All offseason, Orioles GM Dan Duquette has spoken of a need to find some left-handed hitters, especially if the player is a left-handed outfielder, for next year's Orioles team. One possible solution for that would be to sign Korean outfielder Hyun-soo Kim, a 27-year-old free agent.

The Baltimore Sun's Dan Connolly reported on Monday night that not only are the Orioles negotiating with Kim, but that they have extended a contract offer to Kim. According to Connolly's source, the offer the O's have out is believed to be for a two-year contract that would cost in the $3-4 million range per year. It's hard to think that kind of modest contract could take the Orioles out of the Chris Davis derby.

Kim has looked like a nice option for the Orioles based on their needs for the whole time. I wrote about Kim and what he might offer the Orioles last month. Kim batted .326/.438/.541 in 141 games for KBO's Doosan Bears. While putting up those numbers, he walked 101 times while only striking out 63 times.

There's no guarantee about how a player's skills in the Korean Baseball Organization will translate over to MLB, which is why those players are going for such modest contracts to date. A couple of players posted by KBO teams drew no bids, and one who did, Byung-ho Park, received a contract for only $12 million guaranteed over four years from the Twins, who also paid about $13 million to negotiate with Park.

As far as how Kim's skills might translate, you'd hope that something like plate discipline and the ability to make contact would transfer reasonably well. Pitch framing notwithstanding, a ball is a ball, and a strike is a strike, regardless of where you play baseball. The pitchers he faces will be better in MLB, but that's why they're not guaranteeing much.
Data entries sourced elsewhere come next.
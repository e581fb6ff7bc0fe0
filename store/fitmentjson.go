package store

import (
	"context"
	"time"
)

// FitmentJSONSQL is the one query behind FitmentJSON ($1 airframe, $2
// moment): the parts fitted then and the rotor places left empty, each as
// the JSON the API sends (the shape of Fitment's parts and empty, fitted_at
// in UTC written as Go's RFC 3339 with trailing zeros trimmed), so the
// handler passes it through without decoding. No row: no such airframe.
// Exported so the benchmark runs the same SQL as its floor.
const FitmentJSONSQL = `
		WITH fitted AS (
			SELECT f.position, f.kind, p.id, p.serial, p.part_number, p.lot, lower(f.during) AS fitted_at
			FROM fits f JOIN parts p ON p.id = f.part_id
			WHERE f.airframe_id = $1 AND f.during @> $2::timestamptz)
		SELECT
			(SELECT coalesce(json_agg(json_build_object('position', position, 'kind', kind, 'part_id', id,
				'serial', serial, 'part_number', part_number, 'lot', lot,
				'fitted_at', rtrim(rtrim(to_char(fitted_at AT TIME ZONE 'UTC', 'YYYY-MM-DD"T"HH24:MI:SS.US'), '0'), '.') || 'Z')
				ORDER BY kind, position), '[]') FROM fitted),
			(SELECT coalesce(json_agg(json_build_object('position', x.pos->>'label', 'kind', k.kind) ORDER BY x.i, k.o), '[]')
			 FROM jsonb_array_elements(l.positions) WITH ORDINALITY AS x(pos, i),
				(VALUES ('motor', 1), ('propeller', 2)) AS k(kind, o)
			 WHERE NOT EXISTS (SELECT 1 FROM fitted ff WHERE ff.kind = k.kind AND ff.position = x.pos->>'label'))
		FROM airframes a JOIN layouts l ON l.name = a.layout WHERE a.id = $1`

// FitmentJSON is Fitment's parts and empty places as JSON arrays, in one
// round trip and without decoding them.
func (db *DB) FitmentJSON(ctx context.Context, airframeID string, at time.Time) (parts, empty []byte, err error) {
	err = db.pool.QueryRow(ctx, FitmentJSONSQL, airframeID, at).Scan(&parts, &empty)
	if err != nil {
		return nil, nil, translateNotFound(err, "airframe")
	}
	return parts, empty, nil
}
Since Kim is still young, it's not a bad deal for him either. At only 27, if he did play decently or better for the O's for two years, he'd still get to become a free agent again and seek a larger contract at age 29. And in the meantime he gets a chance to prove himself against the best baseball players in the world.

Of course, at only $6-8 million guaranteed, any other team that could use an outfielder might want to sign Kim, so we'll see if the Orioles are the ones who end up coming out on top.